Отец любил посещать свою кровную родину и обычно привозил, точнее, сопровождал маму и нас, двоих малышей, к её родителям. Как водится у нас, я не знаю, не успел узнать их годы и дни рождения, но дед был обильно белобородый, а значит, старый. После города у меня здесь была вольготная жизнь: ни дорог, ни машин и даже подвод, ни трамвая, а до железной дороги более 20 километров. Рядом, за огородами, пара мелких речушек или крупных ручьев с мелкой же рыбешкой. Местечко стояло на окраине громадного соснового леса, на местном наречии — сосонник, полупогруженное в него. Под ногами везде: в селе и лесу светло-золотистый песок, исключая потребность в песочнице для младшего брата.

Деды мои были колхозниками. В свое время они вступили в него со своим богатством: двумя машинами для расчесывания овечьей шерсти, по — местному «волночески». Машины стояли в большой и главной комнате сельского дома, превращая её в «производственную площадь». Вся жизнь в доме протекала возле них, без ограждения кухни, столовой и т.д. Были еще две маленькие спальни: темная — для гостей и с окном — для хозяев. Даже по тем временам жизнь была более чем скромная, а по нынешним — нищая. Один, но главный достаток — умеренное питание….

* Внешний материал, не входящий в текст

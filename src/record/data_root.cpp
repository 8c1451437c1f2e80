#include "record/data_root.hpp"

#include <sys/stat.h>
#include <unistd.h>

#include <cerrno>
#include <cstdlib>
#include <cstring>
#include <filesystem>
#include <fstream>
#include <sstream>

#include "record/session_folder.hpp"

namespace loadtrim::record {

namespace fs = std::filesystem;

namespace {

std::string trim(const std::string& s) {
  const auto a = s.find_first_not_of(" \t\r");
  if (a == std::string::npos) return "";
  const auto b = s.find_last_not_of(" \t\r");
  return s.substr(a, b - a + 1);
}

void utf8(std::string& out, unsigned long cp) {
  if (cp < 0x80) {
    out += static_cast<char>(cp);
  } else if (cp < 0x800) {
    out += static_cast<char>(0xC0 | (cp >> 6));
    out += static_cast<char>(0x80 | (cp & 0x3F));
  } else if (cp < 0x10000) {
    out += static_cast<char>(0xE0 | (cp >> 12));
    out += static_cast<char>(0x80 | ((cp >> 6) & 0x3F));
    out += static_cast<char>(0x80 | (cp & 0x3F));
  } else {
    out += static_cast<char>(0xF0 | (cp >> 18));
    out += static_cast<char>(0x80 | ((cp >> 12) & 0x3F));
    out += static_cast<char>(0x80 | ((cp >> 6) & 0x3F));
    out += static_cast<char>(0x80 | (cp & 0x3F));
  }
}

// After a closing quote only blanks and a comment may follow.
bool only_comment_after(const std::string& s, std::size_t pos) {
  const std::string rest = trim(s.substr(pos));
  return rest.empty() || rest.front() == '#';
}

// Parses the one-line TOML string at the start of v (already trimmed); false with why on anything else.
bool parse_string(const std::string& v, std::string& out, std::string& why) {
  if (v.rfind("\"\"\"", 0) == 0 || v.rfind("'''", 0) == 0) {
    why = "is a multi-line string; write it on one line";
    return false;
  }
  if (!v.empty() && v.front() == '\'') {
    const auto end = v.find('\'', 1);
    if (end == std::string::npos || !only_comment_after(v, end + 1)) {
      why = "is not a well-formed string";
      return false;
    }
    out = v.substr(1, end - 1);
    return true;
  }
  if (v.empty() || v.front() != '"') {
    why = "is not a string";
    return false;
  }
  out.clear();
  for (std::size_t i = 1; i < v.size(); ++i) {
    const char c = v[i];
    if (c == '"') {
      if (!only_comment_after(v, i + 1)) {
        why = "has text after its closing quote";
        return false;
      }
      return true;
    }
    if (c != '\\') {
      out += c;
      continue;
    }
    if (++i >= v.size()) break;
    switch (v[i]) {
      case 'b':
        out += '\b';
        break;
      case 't':
        out += '\t';
        break;
      case 'n':
        out += '\n';
        break;
      case 'f':
        out += '\f';
        break;
      case 'r':
        out += '\r';
        break;
      case '"':
        out += '"';
        break;
      case '\\':
        out += '\\';
        break;
      case 'u':
      case 'U': {
        const std::size_t n = v[i] == 'u' ? 4 : 8;
        if (i + n >= v.size()) {
          why = "has a short \\u escape";
          return false;
        }
        unsigned long cp = 0;
        for (std::size_t k = 1; k <= n; ++k) {
          const char h = v[i + k];
          const int d = (h >= '0' && h <= '9')   ? h - '0'
                        : (h >= 'a' && h <= 'f') ? h - 'a' + 10
                        : (h >= 'A' && h <= 'F') ? h - 'A' + 10
                                                 : -1;
          if (d < 0) {
            why = "has a malformed \\u escape";
            return false;
          }
          cp = cp * 16 + static_cast<unsigned long>(d);
        }
        if (cp > 0x10FFFF || (cp >= 0xD800 && cp <= 0xDFFF)) {
          why = "escapes an invalid code point";
          return false;
        }
        utf8(out, cp);
        i += n;
        break;
      }
      default:
        why = "has an unknown escape";
        return false;
    }
  }
  why = "has no closing quote";
  return false;
}

std::string unquote_key(const std::string& k) {
  if (k.size() >= 2 && ((k.front() == '"' && k.back() == '"') || (k.front() == '\'' && k.back() == '\'')))
    return k.substr(1, k.size() - 2);
  return k;
}

std::string normal(const fs::path& p) {
  std::string s = p.lexically_normal().string();
  while (s.size() > 1 && s.back() == '/') s.pop_back();
  return s;
}

std::string absolute_from(const std::string& p, const std::string& cwd) {
  const fs::path x(p);
  return normal(x.is_absolute() || cwd.empty() ? x : fs::path(cwd) / x);
}

}  // namespace

std::optional<std::string> toml_string_value(const std::string& text, const std::string& table,
                                             const std::string& key, std::string* error) {
  std::istringstream in(text);
  std::string line, current;
  std::optional<std::string> found;
  int n = 0;
  while (std::getline(in, line)) {
    ++n;
    const std::string t = trim(line);
    if (t.empty() || t.front() == '#') continue;
    if (t.front() == '[') {
      const bool array = t.rfind("[[", 0) == 0;
      const auto close = t.find(array ? "]]" : "]");
      current = close == std::string::npos ? std::string("\x01")
                                           : trim(t.substr(array ? 2 : 1, close - (array ? 2 : 1)));
      if (array) current = "\x01" + current;  // an array of tables never matches
      continue;
    }
    const auto eq = t.find('=');
    if (eq == std::string::npos || current != table || unquote_key(trim(t.substr(0, eq))) != key) continue;
    std::string value, why;
    if (!parse_string(trim(t.substr(eq + 1)), value, why)) {
      if (error)
        *error = (table.empty() ? "" : table + ".") + key + " (line " + std::to_string(n) + ") " + why;
      return std::nullopt;
    }
    if (found) {
      if (error)
        *error =
            (table.empty() ? "" : table + ".") + key + " (line " + std::to_string(n) + ") is defined twice";
      return std::nullopt;
    }
    found = value;
  }
  if (error) error->clear();
  return found;
}

std::string DataRoot::describe() const {
  if (!ok()) return "no data root: " + error;
  return path + " (from " + source + ")";
}

DataRoot resolve_data_root(const DataRootInputs& in) {
  DataRoot r;
  if (!in.option.empty()) {
    r.path = absolute_from(in.option, in.cwd);
    r.source = "--data-dir";
    return r;
  }
  if (in.env && !in.env->empty()) {
    r.path = absolute_from(*in.env, in.cwd);
    r.source = std::string("environment variable ") + kDataDirEnv;
    return r;
  }
  if (in.system_config) {
    std::string err;
    const auto v = toml_string_value(*in.system_config, "", "data_dir", &err);
    if (!err.empty()) {
      r.error = in.system_config_path + ": " + err;
      return r;
    }
    if (v) {
      if (v->empty() || v->front() != '/') {
        r.error = in.system_config_path + ": data_dir is \"" + *v + "\"; it must be an absolute path";
        return r;
      }
      r.path = normal(*v);
      r.source = in.system_config_path + " (data_dir)";
      return r;
    }
  }
  if (in.xdg_data_home && !in.xdg_data_home->empty() && in.xdg_data_home->front() == '/') {
    r.path = normal(fs::path(*in.xdg_data_home) / "loadtrim");
    r.source = "$XDG_DATA_HOME/loadtrim";
    return r;
  }
  if (in.home && !in.home->empty() && in.home->front() == '/') {
    r.path = normal(fs::path(*in.home) / ".local/share/loadtrim");
    r.source = "the per-user default ~/.local/share/loadtrim";
    return r;
  }
  r.error = std::string("no --data-dir, no ") + kDataDirEnv + ", no data_dir in " + in.system_config_path +
            ", and neither XDG_DATA_HOME nor HOME is an absolute path; give --data-dir";
  return r;
}

DataRoot find_data_root(const std::string& option) {
  DataRootInputs in;
  in.option = option;
  auto env = [](const char* name) -> std::optional<std::string> {
    const char* v = std::getenv(name);
    return v ? std::optional<std::string>(v) : std::nullopt;
  };
  in.env = env(kDataDirEnv);
  in.xdg_data_home = env("XDG_DATA_HOME");
  in.home = env("HOME");
  std::error_code ec;
  const fs::path cwd = fs::current_path(ec);
  if (!ec) in.cwd = cwd.string();
  // The system file is read only when it can matter, and an unreadable one is an error rather than skipped.
  if (option.empty() && !(in.env && !in.env->empty())) {
    if (fs::exists(kSystemConfigPath, ec)) {
      std::ifstream f(kSystemConfigPath, std::ios::binary);
      if (!f) {
        DataRoot r;
        r.error = std::string("cannot read ") + kSystemConfigPath;
        return r;
      }
      std::ostringstream ss;
      ss << f.rdbuf();
      in.system_config = ss.str();
    }
  }
  try {
    return resolve_data_root(in);
  } catch (const std::exception& e) {
    DataRoot r;
    r.error = std::string("cannot resolve the data root: ") + e.what();
    return r;
  }
}

bool ensure_data_root(const DataRoot& root, std::string& error, std::vector<std::string>* notes) {
  if (!root.ok()) {
    error = root.describe();
    return false;
  }
  // Each directory made is fsync'd into its parent (docs/records.md, "The data root").
  std::string err;
  if (!make_directories_durably(root.path, err)) {
    error = "cannot create the data root " + root.path + ": " + err;
    return false;
  }
  for (const auto& d : {root.sessions(), root.checks(), root.history(), root.queue()})
    if (!make_directories_durably(d, error)) return false;
  const std::string keys = root.keys();
  if (::mkdir(keys.c_str(), 0700) == 0) {
    if (!sync_directory(root.path, error)) return false;
  } else if (errno != EEXIST) {
    error = "cannot create " + keys + ": " + std::strerror(errno);
    return false;
  }
  struct stat st {};
  if (::stat(keys.c_str(), &st) != 0 || !S_ISDIR(st.st_mode)) {
    error = keys + " is not a directory";
    return false;
  }
  if ((st.st_mode & 077) != 0) {
    if (::chmod(keys.c_str(), 0700) != 0) {
      error = keys + " may be entered by others and cannot be narrowed to 0700: " + std::strerror(errno);
      return false;
    }
    if (notes) notes->push_back(keys + " was open to others; narrowed to mode 0700");
  }
  return true;
}

}  // namespace loadtrim::record
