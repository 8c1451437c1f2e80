// Ed25519 keys (OpenSSL 3 EVP), the seal a finished session or dyno check ends with, and reviewers'
// approvals. docs/records.md describes the formats; this header is the API contract. Nothing here throws
// across the API: failures are `false` / `std::nullopt` with a sentence in `error`.
//
// Keys
//   A key pair is two PEM files: the private key (PKCS#8, unencrypted, mode 0600) and the public key
//   (SubjectPublicKeyInfo, mode 0644). A key's fingerprint is "sha256:" + the hex SHA-256 of its raw 32-byte
//   public key (RFC 8032 §5.1.5 encoding). In a data root's keys/ directory (mode 0700) the files are named
//   cell-<name>.key.pem / cell-<name>.pub.pem and reviewer-<name>.key.pem / reviewer-<name>.pub.pem, <name>
//   being record::safe_name of the cell's or the reviewer's name.
//
// The seal
//   The last record a finished folder gets, of type "seal", appended to events.jsonl after every other
//   record:
//     {"seq", "utc", "type": "seal", "prev", "format": "loadtrim-seal-1", "chain_head", "cell",
//      "files": [{"path", "sha256", "bytes"}, ...], "result", "signer", "signature"}
//   chain_head == prev (the SHA-256 of the line before the seal); files: every regular file in the folder
//   except events.jsonl and the derived files (derived_files()), sorted bytewise by folder-relative path;
//   result: what the caller sealed (the session's summary, a check's result); signer: the key's fingerprint;
//   signature: the Ed25519 signature, lower-case hex, over signed_message(record). An unsigned seal (no key
//   configured) has signer "" and signature ""; verify never treats it as signed (its own outcome, exit code
//   7).
//
// Approvals
//   After the seal, only "approval" records may follow:
//     {"seq", "utc", "type": "approval", "prev", "format": "loadtrim-approval-1", "reviewer", "statement",
//      "seal", "chain_head", "signer", "signature"}
//   seal: the SHA-256 of the seal's line; chain_head: the seal's chain_head; signed like the seal with the
//   reviewer's own key.
#pragma once

#include <cstdint>
#include <memory>
#include <nlohmann/json.hpp>
#include <optional>
#include <string>
#include <string_view>
#include <vector>

struct evp_pkey_st;  // OpenSSL's EVP_PKEY, kept out of this header

namespace loadtrim::record {

inline constexpr const char* kSealFormat = "loadtrim-seal-1";
inline constexpr const char* kApprovalFormat = "loadtrim-approval-1";

class PublicKey {
 public:
  PublicKey() = default;
  static std::optional<PublicKey> from_pem(const std::string& pem, std::string& error);
  static std::optional<PublicKey> load(const std::string& path, std::string& error);  // a PEM file
  static std::optional<PublicKey> from_raw(std::string_view raw32, std::string& error);
  bool valid() const { return key_ != nullptr; }
  const std::string& fingerprint() const { return fingerprint_; }  // "sha256:<64 hex>"
  std::string pem() const;
  // True only when signature_hex is 128 hex digits and a valid Ed25519 signature of message under this key.
  bool verify(std::string_view message, const std::string& signature_hex) const;

 private:
  friend class SigningKey;
  std::shared_ptr<evp_pkey_st> key_;
  std::string fingerprint_;
};

class SigningKey {
 public:
  // Loads a private key PEM. Refuses a file that is not a regular file, or that its group or others may read
  // or write (as ssh does): a signing key that others can read no longer identifies the cell.
  static std::optional<SigningKey> load(const std::string& path, std::string& error);
  // From the raw 32-byte secret (RFC 8032 §5.1.5), for test vectors.
  static std::optional<SigningKey> from_raw(std::string_view raw32, std::string& error);
  const PublicKey& public_key() const { return public_; }
  const std::string& fingerprint() const { return public_.fingerprint(); }
  const std::string& path() const { return path_; }
  // Signs message; the signature as 128 lower-case hex digits.
  bool sign(std::string_view message, std::string& signature_hex, std::string& error) const;

 private:
  std::shared_ptr<evp_pkey_st> key_;
  PublicKey public_;
  std::string path_;
};

struct KeyPairFiles {
  std::string private_path, public_path, fingerprint;
};
// Creates a new Ed25519 key pair. The private key is written to a temporary file created with O_EXCL and mode
// 0600 (never readable by others at any moment, whatever the umask), fsync'd, and linked to private_path with
// link(2), which refuses an existing file; the public key likewise with mode 0644. Never overwrites a key:
// when either file exists, nothing is written. On any failure nothing is left behind.
bool create_key_pair(const std::string& private_path, const std::string& public_path, KeyPairFiles* out,
                     std::string& error);

// File-name stems in a keys/ directory: "cell-<safe name>" and "reviewer-<safe name>".
std::string cell_key_stem(const std::string& cell_name);
std::string reviewer_key_stem(const std::string& reviewer);

// The signing key a cell file's [records] table names (docs/records.md): private_key (absolute, or relative
// to the data root; "" = <data_root>/keys/cell-<name>.key.pem), which must match public_key (a "sha256:"
// fingerprint, or a .pub.pem path, absolute or relative to the data root). nullopt with error when it cannot
// be loaded or does not match: the session or check must then refuse to start.
std::optional<SigningKey> load_cell_signing_key(const std::string& data_root, const std::string& cell_name,
                                                const std::string& public_key, const std::string& private_key,
                                                std::string& error);

// The canonical serialisation a seal's or an approval's signature covers: the record's "format" value, a
// '\n', and the record without its "signature" member as compact JSON with keys in byte order and every
// non-ASCII character escaped (\uXXXX). Empty when the record is not a JSON object.
std::string signed_message(const nlohmann::json& record);

// Files at the top of a folder that are made from its records and may be rewritten at any time (loadtrim
// report): report.html, report.pdf, coefficients.csv, deviations.csv, and their ".tmp" while being written.
// They are neither sealed nor required; verify ignores them. Everything else in the folder is sealed.
const std::vector<std::string>& derived_files();
bool is_derived_file(const std::string& rel);

struct SealRequest {
  std::string cell;                                  // the cell's name, as in its file
  nlohmann::json result = nlohmann::json::object();  // the session's summary / the check's result
  const SigningKey* key = nullptr;                   // nullptr: an unsigned seal
  std::string utc;                                   // empty: now
};

struct SealInfo {
  std::string folder;       // absolute path at sealing
  std::uint64_t seq = 0;    // the seal record's seq
  std::string origin;       // SHA-256 of record 0's line: the folder's identity in the cell log
  std::string chain_head;   // SHA-256 of the record before the seal
  std::string seal_sha256;  // SHA-256 of the seal's line (what approvals and the cell log name)
  std::string signer;       // fingerprint, "" when unsigned
  std::size_t files = 0;
  std::string utc;
  // Repairs made on the way, for the caller to report: a torn last line cut from the folder's log when it
  // was opened for the seal (checks::seal_and_log adds one cut from the cell log).
  std::vector<std::string> notes;
};

// Seals a finished folder: checks it first (chain, every recorded file hash, no unsafe path, no link, no
// special file, no seal yet), fsyncs every file it covers and the directories holding them (operator.log is
// written through a buffered sink and never synced by its writer), hashes every file, signs, and appends
// the seal record durably: a seal never covers a file that a power loss could still change. Call it once,
// after the last record and the last write to any file of the folder (operator.log included); afterwards only
// approvals and derived files may be added. Refused, with the folder unchanged, when the folder is not
// intact, is already sealed, its summary.json (else result.json) disagrees with request.result, its own cell
// file (inputs/cell.toml, [records] public_key) names a key other than request.key, or the record could not
// be made durable.
bool seal_folder(const std::string& folder, const SealRequest& request, SealInfo* info, std::string& error);

struct ApprovalRequest {
  std::string reviewer;             // the reviewer's name
  std::string statement;            // what the reviewer states (free text)
  const SigningKey* key = nullptr;  // the reviewer's own key; required
  std::string utc;                  // empty: now
};
struct ApprovalInfo {
  std::uint64_t seq = 0;
  std::string seal_sha256, chain_head, signer;
};
// Appends a signed approval of the folder's seal. The folder must be sealed and intact (chain, files, seal
// coverage); callers should also have it verified with the cell's key (verify_folder) before asking a
// reviewer to sign, as `loadtrim approve` does, and hold the folder's lock (app/cell_locks.hpp, lock_folder)
// across that verify and this call, so that no other approval is appended in between. Just before writing,
// the log is read again: when it no longer ends at the record the approval's seq and prev follow (another
// process wrote to it), the approval is refused and nothing is written.
bool approve_folder(const std::string& folder, const ApprovalRequest& request, ApprovalInfo* info,
                    std::string& error);

}  // namespace loadtrim::record
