#include "record/road_load_json.hpp"

#include <nlohmann/json.hpp>
#include <string>

namespace loadtrim::record {

namespace {
const std::string kF0(kRoadLoadMembers[0]), kF1(kRoadLoadMembers[1]), kF2(kRoadLoadMembers[2]);
}  // namespace

nlohmann::json road_load_json(const core::RoadLoad& c) {
  return {{kF0, c.f0_n}, {kF1, c.f1_n_per_kmh}, {kF2, c.f2_n_per_kmh2}};
}

core::RoadLoad road_load_from_json(const nlohmann::json& j) {
  return {j.at(kF0).get<double>(), j.at(kF1).get<double>(), j.at(kF2).get<double>()};
}

bool is_road_load_json(const nlohmann::json& j) {
  if (!j.is_object()) return false;
  for (const std::string* k : {&kF0, &kF1, &kF2})
    if (!j.contains(*k) || !j.at(*k).is_number()) return false;
  return true;
}

std::string_view measured_member(const nlohmann::json& r) {
  return r.is_object() && !r.contains("measured") && r.contains("simulated") ? "simulated" : "measured";
}

}  // namespace loadtrim::record
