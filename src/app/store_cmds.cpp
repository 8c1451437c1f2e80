// `loadtrim store migrate | import FOLDER... | check` and `loadtrim history`: the lab's record store
// (docs/store.md). Thin: src/store opens the store, reads and verifies the folders and answers the questions;
// the exit codes are here, with the other commands' (README, "Exit codes").
#include <algorithm>
#include <chrono>
#include <cstdio>
#include <filesystem>
#include <memory>
#include <nlohmann/json.hpp>
#include <optional>
#include <string>
#include <thread>
#include <vector>

#include "app/exit_codes.hpp"
#include "app/live_page.hpp"
#include "app/overview.hpp"
#include "app/session_runner.hpp"
#include "app/store_bench.hpp"
#include "app/store_hook.hpp"
#include "app/subcommands.hpp"
#include "record/data_root.hpp"
#include "record/session_folder.hpp"
#include "record/verify.hpp"
#include "store/index.hpp"
#include "store/pg_store.hpp"
#include "store/queue.hpp"
#include "store/sqlite_store.hpp"

namespace loadtrim::app {

namespace {

// How long `store import --queued` may index before leaving the rest for another run (common practice, no
// source: minutes, for a queue of a day's sessions).
constexpr double kQueuedBudgetS = 600.0;

struct StoreArgs {
  std::string data_dir, store, checks;
  std::vector<std::string> public_keys;
  std::vector<std::string> folders;
  std::string vehicle, cell, since;
  bool csv = false, json = false, queued = false;
  // overview
  std::string format, bind = "127.0.0.1:0";
  int refresh_s = 10;
  double stale_after_h = kDefaultStaleAfterS / 3600.0;
};

// Where the lab's data and the store are. False (with the message printed) when they cannot be resolved.
bool locate(const char* cmd, const StoreArgs& a, record::DataRoot& root, store::StorePath& where) {
  root = record::find_data_root(a.data_dir);
  where = store::find_store_path(a.store, root.ok() ? root.path : std::string());
  // A store given by --store or by the lab's [store] table (a server, an absolute file) needs no data root;
  // the default file does.
  if (!where.ok()) {
    std::fprintf(stderr, "loadtrim %s: %s\n", cmd, where.error.c_str());
    if (!root.ok()) std::fprintf(stderr, "loadtrim %s: %s\n", cmd, root.describe().c_str());
    std::fprintf(stderr, "refused: nothing was changed.\n");
    return false;
  }
  return true;
}
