def test_plan_states_internal_energy_and_warns_below_parkers_floor():
    from rarefy.plan import format_plan, make_plan
    from rarefy.report import internal_line_of

    plan = make_plan(parse_case(_gas('species = "O2"\nrotation = "parker"')))
    assert plan.gamma == pytest.approx(1.4) and plan.rotation == "parker"
    assert plan.rot_floor_temperature_k == pytest.approx(265.0, abs=1.0)
    assert any("below 265 K Parker's Z_rot" in w for w in plan.warnings())
    assert "Z_rot 3.41 at 300 K (Parker's formula)" in format_plan(plan)
    mono = make_plan(parse_case(MINIMAL))
    assert "none (monatomic), gamma 5/3" in format_plan(mono)
    # a result written before internal energy was simulated says so
    old = {k: v for k, v in plan.to_dict().items() if k not in ("rotation",)}
    assert "older rarefy" in internal_line_of(old)
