"""Planner: from a case to the numerical resolution of a run.

The reference state is the densest gas the case supplies (a reservoir boundary
or the initial fill). From it come the mean free path lambda, the mean
collision time tau = lambda / cbar, the Knudsen number Kn = lambda / L and the
rarefaction parameter delta = p a / (mu v0), v0 = sqrt(2kT/m), with a = L/2 the
half-width (slit, channel) or radius (Bird 1994 eqs. 4.62-4.65; the delta of the
published flow-rate tables). The usual
DSMC resolution rules (Bird 1994 ch. 11; common practice) then fix

* cell size about lambda/3, and at most L/6 so the geometry is resolved, chosen
  as (L/2)/k so that cells line up with the template geometries;
* time step min(0.2 tau, half the time a molecule at the mean speed needs to
  cross a cell);
* particle weight F_N = n_ref V_cell / N_target (N_target particles per cell);
* steps to a steady state from four wall-to-wall transits at the most probable
  speed plus ten collision times (at most as long as the transits: in free-molecular
  flow collisions do not set the pace), or, if longer, three Knudsen-diffusion times
  of the longest tube or channel, and twice that many sampling steps.

Every choice can be overridden in the case file ([resolution], [run]).
"""

from __future__ import annotations

import math
from dataclasses import asdict, dataclass, field

import numpy as np

from rarefy.case import Case, CaseError
from rarefy.constants import K_B
from rarefy.gas import internal, kinetic
from rarefy.gas.mixture import mixture_of
from rarefy.gas.species import get_species

DEFAULT_PARTICLES_PER_CELL = 20.0
DEFAULT_SUBCELLS = 2
DEFAULT_BATCHES = 20
MAX_CELLS_AUTO = 250_000
DEFAULT_HISTOGRAM_BINS = 400
HISTOGRAM_SPEED_SPAN = 4.0   # v_mp of the hottest gas; beyond it lie ~2e-6 of the crossings

# limits of usual practice, used for warnings (Bird 1994 ch. 11; common practice)
LIMIT_CELL_OVER_MFP = 1.0 / 3.0
LIMIT_DT_OVER_TAU = 0.2
LIMIT_MIN_PARTICLES_PER_CELL = 10.0


@dataclass(frozen=True)
class Plan:
    """Resolved numerical plan of a run (SI units)."""

    gas: str
    model: str
    mass_kg: float                   # molecular mass; of a mixture, the mean at its fractions
    reference_pressure_pa: float
    reference_temperature_k: float
    reference_number_density_m3: float
    reference_source: str
    mean_free_path_m: float
    collision_time_s: float
    viscosity_pa_s: float
    mean_speed_m_s: float
    characteristic_length_m: float
    knudsen_number: float
    rarefaction_parameter: float
    nx: int
    ny: int
    cell_dx_m: float
    cell_dy_m: float
    subcells: int
    time_step_s: float
    particle_weight: float
    particles_per_cell: float
    settle_steps: int
    sample_steps: int
    batches: int
    expected_particles: float
    species: tuple = ()              # the species in index order
    mole_fractions: tuple = ()       # default composition (1.0 for a pure gas)
    species_mean_free_path_m: tuple = ()   # each species' momentum mean free path (m)
    rot_dof: int = 0
    rotation: str = ""               # "constant" or "parker" ("" for a monatomic gas)
    rot_collision_number: float = 0.0   # Z_rot (at the reference temperature for Parker)
    rot_selection_probability: float = 0.0  # Larsen-Borgnakke, per molecule and collision
    rot_floor_temperature_k: float = 0.0  # Parker's Z_rot reaches the exchange's floor here
    vibration: bool = False
    theta_vib_k: float = 0.0
    vib_collision_number: float = 0.0   # Z_vib at the reference temperature
    gamma: float = 5.0 / 3.0
    # per species, in index order (a pure gas: one entry, the same as the fields above;
    # a mixture's fields above hold only rot_dof = the largest, vibration and gamma)
    species_rot_dof: tuple = ()
    species_rotation: tuple = ()                   # "constant", "parker" or "" (monatomic)
    species_rotation_source: tuple = ()            # "case", "auto" or "" (monatomic)
    species_rot_collision_number: tuple = ()
    species_rot_selection_probability: tuple = ()  # against like molecules
    species_rot_floor_temperature_k: tuple = ()
    species_theta_vib_k: tuple = ()                # 0 where the species does not vibrate
    species_vib_collision_number: tuple = ()
    chosen: dict = field(default_factory=dict)  # key -> "case" or "auto"
    histogram_speed_max_m_s: float = 0.0
    histogram_bins: int = DEFAULT_HISTOGRAM_BINS

    @property
    def ncell(self) -> int:
        return self.nx * self.ny

    @property
    def cell_over_mfp(self) -> float:
        return max(self.cell_dx_m, self.cell_dy_m) / self.mean_free_path_m

    @property
    def dt_over_tau(self) -> float:
        return self.time_step_s / self.collision_time_s

    @property
    def transit_fraction(self) -> float:
        """Distance flown at the mean speed in one step, in cell sizes."""
        return self.time_step_s * self.mean_speed_m_s / min(self.cell_dx_m, self.cell_dy_m)

    def warnings(self) -> list[str]:
        """Resolution diagnostics that fail the usual limits."""
        out = []
        for k, name in enumerate(self.species):
            if not self.species_rot_dof or not self.species_rot_dof[k]:
                continue
            if self.species_rot_selection_probability[k] >= 0.5:
                out.append(f"Z_rot = {self.species_rot_collision_number[k]:.3g} is below what "
                           "Larsen-Borgnakke exchange can reach for "
                           f"{name}: one molecule of every pair relaxes in every collision, "
                           "so rotation relaxes more slowly than Z_rot says")
            floor = self.species_rot_floor_temperature_k[k]
            if self.species_rotation[k] == "parker" and \
                    floor > 0.5 * self.reference_temperature_k:
                out.append(f"below {floor:.3g} K Parker's Z_rot for {name} is smaller than "
                           "Larsen-Borgnakke exchange can reach (one molecule of a pair per "
                           "collision): colder gas relaxes its rotation more slowly than "
                           "Parker's formula says")
            source = (self.species_rotation_source[k] if self.species_rotation_source
                      else self.chosen.get("rotation"))
            if name == "H2" and source == "auto":
                out.append("H2 relaxes its rotation in hundreds of collisions near room "
                           "temperature, not the default Z_rot = "
                           f"{self.species_rot_collision_number[k]:g}; set gas.rotation")
        for name, lam in zip(self.species, self.species_mean_free_path_m):
            ratio = max(self.cell_dx_m, self.cell_dy_m) / lam
            if ratio > LIMIT_CELL_OVER_MFP * 1.05 and lam < 0.7 * self.mean_free_path_m:
                out.append(f"{name} loses its momentum within {lam * 1e3:.3g} mm, less than "
                           f"the mixture's mean free path: cells are {ratio:.2f} of it "
                           f"(usual limit {LIMIT_CELL_OVER_MFP:.2f}); refine "
                           f"resolution.cell_size if {name}'s transport matters")
        if self.cell_over_mfp > LIMIT_CELL_OVER_MFP * 1.05:
            out.append(f"cell size is {self.cell_over_mfp:.2f} mean free paths "
                       f"(usual limit {LIMIT_CELL_OVER_MFP:.2f}): collisions act over "
                       "too long a distance, transport is overestimated")
        if self.dt_over_tau > LIMIT_DT_OVER_TAU * 1.05:
            out.append(f"time step is {self.dt_over_tau:.2f} collision times "
                       f"(usual limit {LIMIT_DT_OVER_TAU:.2f})")
        if self.transit_fraction > 1.0:
            out.append(f"a molecule at the mean speed crosses {self.transit_fraction:.2f} "
                       "cells per step (keep below 1)")
        if self.particles_per_cell < LIMIT_MIN_PARTICLES_PER_CELL:
            out.append(f"{self.particles_per_cell:.1f} particles per cell in the reference "
                       f"state (usual minimum {LIMIT_MIN_PARTICLES_PER_CELL:.0f})")
        return out

    def to_dict(self) -> dict:
        d = asdict(self)
        d.update(cell_over_mfp=self.cell_over_mfp, dt_over_tau=self.dt_over_tau,
                 transit_fraction=self.transit_fraction, warnings=self.warnings())
        return d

Дед выходил на улицу в национальной форме, строго по— военному: длинный черный сюртук и картуз с высоким околышем. По субботам он всегда брал меня с собой в магазин за мелочами…. Очевидно, он числился начальником своего крохотного производства, и механиком, и учетчиком. В штате у него была только бабушка. Ему довелось служить в царской армии, тогда это длилось пять лет. Куда позже мне, его внуку, довелось служить столько же в Советском военно-морском флоте. Бабушка не прочь была подтрунивать над ним: в армии он ел свинину. Дедушка тихо ухмылялся, никогда ни в чем не возражая ей. Бабушка числилась сельским мудрецом, и местечковые ходили к ней, без различия вер и крови, советоваться. Возможно, такой авторитет ей достался от своего отца, моего прадеда, он умер в год моего рождения. У сельчан он носил кличку Залман-Белый. Отличался мудростью, физической силой, находчивостью солдата еще Николаевской армии. Содержал корчму, легко и безобидно усмирял любого перебравшего. Его старший брат успел служить кантонистом (это когда мальчишек «загребали» в армию на 25 лет).

Дедушка и бабушка вырастили семерых детей, в том числе двух дочерей: мою маму и ее сестру. Двое старших сыновей к началу Первой мировой войны успели вырасти до призывного возраста, угодили в армию и на фронт. Где и как они воевали, узнать негде, но знаю, что оба попали к немцам в плен. Удивительно, но из плена они вернулись здоровыми и вроде бы с деньгами, завистники говорили — с золотишком. Думаю, что благополучие сыновей в немецком плену в Первую мировую загубило их родителей во Вторую…

Витебск, где мы жили, немцы бомбили на третий день войны, 24 июня 1941 года. Бомбили, прежде всего, как говорили взрослые, важные объекты: железную дорогу, воинские казармы, нефтебазу, мост через Западную Двину, они словно окружали наше городское жильё. Отец работал кузнецом в вагонном депо и принес образец осколка немецкой бомбы — кусок рваного крупнозернистого металла. Оказывается, на войне так глушат людей, своих противников.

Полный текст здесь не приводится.